MingSun-Tse / Collaborative-Distillation

[CVPR'20] Collaborative Distillation for Ultra-Resolution Universal Style Transfer (PyTorch)
MIT License
185 stars 23 forks source link

Question about testing on AdaIN #16

Closed tinkez closed 3 years ago

tinkez commented 3 years ago

Hello! Thank you so much for this repo! Really a great work! I just have two question that, 1) in your experiments, when you train a small encoder (SE) to replace the VGG-19 for the AdaIN task as mentioned in the paper, whether the 5 stage training for WCT in this repo is necessary for it since the original AdaIN stylized operation only did on relu4_1 features ? I mean is it correct that one can just write one Class nn.Module as the SE instead of 5 Class nn.Moudule you write in this repo, then replace the BE with SE, but all the original losses remain the same (Eq.2), plus one more loss (Eq.5) (which is the linear embedding loss to guide the intermediate layers of the SE), then train it ? 2) if just use SE+BD as mentioned in the paper on discussions, is it correct that the file model_kd2sd.py leaves unnecessary?

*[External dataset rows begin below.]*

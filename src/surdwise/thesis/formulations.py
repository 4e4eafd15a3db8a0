"""The five formulations of an equality between lengths, as polynomials, with their cost.

auxiliary: every length an unknown, its square a hypothesis; squared: both sides squared once;
sign product: the product over all sign choices, one radical at a time, E = X + Y r giving
X^2 - q Y^2; eliminant: the same by resultants; minimal: the product over the distinct
conjugates only.  Exact; no Groebner basis.
"""

from __future__ import annotations

import time
from collections.abc import Callable
from dataclasses import dataclass

from ..field import ring, roots
from ..field.ring import Poly
from ..field.tower import Element, Gen, Tower
from .formal import Thesis
from .parts import Form


@dataclass(frozen=True)
class Formulation:
    """One formulation: its polynomials (the first is the thesis, the others define lengths),
    and what they cost; without polynomials `why_not` says what was too large."""

    form: Form
    polynomials: tuple[Poly, ...]
    unknowns: int
    degree: int
    terms: int
    largest: int
    seconds: float
    why_not: str = ""


def formulate(t: Thesis, form: Form, tick: Callable[[], None] = lambda: None) -> Formulation:
    """One formulation of a thesis, with the seconds it took."""
    start = time.perf_counter()
    try:
        polys = MAKERS[form](t, tick)
    except ring.TooLarge as e:
        return Formulation(form, (), 0, 0, 0, 0, time.perf_counter() - start, str(e))
    seconds = time.perf_counter() - start
    used = {k for p in polys for k, d in enumerate(p.degrees()) if d > 0}
    largest = max((abs(int(c.p)) for p in polys for c in p.coeffs()), default=0)
    return Formulation(
        form,
        polys,
        len(used),
        max((p.total_degree() for p in polys), default=0),
        sum(len(p) for p in polys),
        largest,
        seconds,
    )


def _definitions(t: Thesis) -> tuple[Poly, ...]:
    return tuple(ring.primitive(x.gen.modulus) for x in t.lengths)


def auxiliary(t: Thesis, tick: Callable[[], None]) -> tuple[Poly, ...]:
    """E with each length an unknown, and the equations that give the lengths' squares."""
    return (ring.primitive(t.equation), *_definitions(t), *_numbers(t))


def squared(t: Thesis, tick: Callable[[], None]) -> tuple[Poly, ...]:
    """left^2 - right^2 with squares of lengths replaced; lengths that remain are unknowns."""
    p = ring.primitive(t.tower.reduce(t.left * t.left - t.right * t.right))
    needed: list[Poly] = []
    used = p
    for x, d in reversed(list(zip(t.lengths, _definitions(t), strict=True))):
        # a nested length is defined by others, which are needed then
        if any(q.degrees()[x.gen.slot] > 0 for q in (used, *needed)):
            needed.insert(0, d)
    return (p, *needed, *_numbers(t))


def _numbers(t: Thesis) -> tuple[Poly, ...]:
    """Equations of numeric roots such as sqrt(3)."""
    return tuple(g.modulus for g in t.tower.gens if g.label == "number")


def sign_product(t: Thesis, tick: Callable[[], None] = lambda: None) -> tuple[Poly, ...]:
    """Product of E over all signs of the lengths, up to a common sign.

    Lemma: if E(-l) = +-E(l), the product over all but one length's sign is, as a polynomial in
    that length r, even or odd: X or Y r.  Then X, or q Y (to keep the zeros of r), vanishes just
    where the product over the patterns up to a common sign does, for X^2 - q Y^2 counts every
    pattern twice.
    """
    gens = [x.gen for x in t.lengths]
    p = t.equation
    for i, g in enumerate(reversed(gens)):
        tick()
        if p.degrees()[g.slot] <= 0:
            continue
        a, b = ring.linear_parts(p, g.slot)
        last = i == len(gens) - 1
        if last and a.is_zero():
            p = b * square_of(g)
        elif not (last and b.is_zero()):
            p = t.tower.reduce(a * a - b * b * square_of(g))
        p = ring.primitive(p)
    return (p, *_numbers(t))


def square_of(g: Gen) -> Poly:
    """The square of a length symbol."""
    assert g.radicand is not None
    return g.radicand


def eliminant(t: Thesis, tick: Callable[[], None]) -> tuple[Poly, ...]:
    """The same polynomial by resultants with r^2 - q, lengths as plain variables throughout."""
    p = t.left - t.right
    for x in reversed(t.lengths):
        tick()
        p = ring.primitive(x.gen.modulus.resultant(p, ring.GEN_NAMES[x.gen.index]))
    numbers = Tower(tuple(g for g in t.tower.gens if g.label == "number"), ())
    return (ring.primitive(numbers.reduce(p)), *_numbers(t))


def minimal(t: Thesis, tick: Callable[[], None]) -> tuple[Poly, ...]:
    """Product over the distinct conjugates of E: lengths are adjoined as a field, so that a
    product of earlier roots is recognised and its sign follows theirs."""
    field = Tower(())
    images: dict[int, Element] = {}
    names: dict[int, Gen] = {}
    for g in t.tower.gens:
        tick()
        assert g.radicand is not None
        q = _at(g.radicand, t, images, field)
        s = roots.sqrt(q, field)
        if s is None:
            numeric = g.label == "number"
            field, s = field.adjoin_sqrt(q, "positive" if numeric else "either", g.label)
            if numeric:
                names[field.gens[-1].slot] = g
        images[g.slot] = s
    p = _at(t.equation, t, images, field).num
    for g in reversed([g for g in field.gens if g.label != "number"]):
        tick()
        if p.degrees()[g.slot] <= 0:
            continue
        a, b = ring.linear_parts(p, g.slot)
        p = ring.primitive(field.reduce(a * a - b * b * square_of(g)))
    back = {slot: ring.gen(g.index) for slot, g in names.items()}
    return (ring.replaced(_without_powers(p, field), back), *_numbers(t))


def _at(p: Poly, t: Thesis, images: dict[int, Element], field: Tower) -> Element:
    """A polynomial in coordinates and symbols at the symbols' images (Horner)."""
    k = ring.top_gen(p)
    if k < 0:
        return field.element(p)
    slot = ring.gen_slot(k)
    out = field.constant(0)
    for c in reversed(ring.coefficients(p, slot)):
        out = out * images[slot] + _at(c, t, images, field)
    return out


def _without_powers(p: Poly, field: Tower) -> Poly:
    """p as the product of its distinct conjugate factors (the root of a perfect power)."""
    if p.is_zero() or ring.has_gens(p):
        return p
    out = ring.ONE
    for f, _ in ring.irreducible_factors(p):
        out = out * f
    return ring.primitive(out)


MAKERS: dict[Form, Callable[[Thesis, Callable[[], None]], tuple[Poly, ...]]] = {
    Form.AUXILIARY: auxiliary,
    Form.SQUARED: squared,
    Form.SIGN_PRODUCT: sign_product,
    Form.ELIMINANT: eliminant,
    Form.MINIMAL: minimal,
}


def equal_up_to_powers(p: Poly, q: Poly) -> bool:
    """Whether two polynomials have the same irreducible factors."""
    if p.is_zero() or q.is_zero():
        return bool(p.is_zero() and q.is_zero())
    one = {ring.key(f) for f, _ in ring.irreducible_factors(p)}
    two = {ring.key(f) for f, _ in ring.irreducible_factors(q)}
    return one == two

MingSun-Tse commented 3 years ago

Hi @ypaTinke , thanks for your interest!

  1. Your understanding is correct. We only use relu4_1 for AdaIN, no need to train the 5 stages as done for WCT.
  2. Yes. model_kd2sd.py is actually not used at all in our method. We evaluated kd2sd (i.e., applying the proposed kd to the small decoder training) because many asked us why not applying the proposed method to the decoder training. Based on our results, it does not help the small decoder training (results get worse actually, plausible reasons explained in the paper Sec.5).
tinkez commented 3 years ago

Thanks for your quick reply. It cleared up my confusions. Happy new year!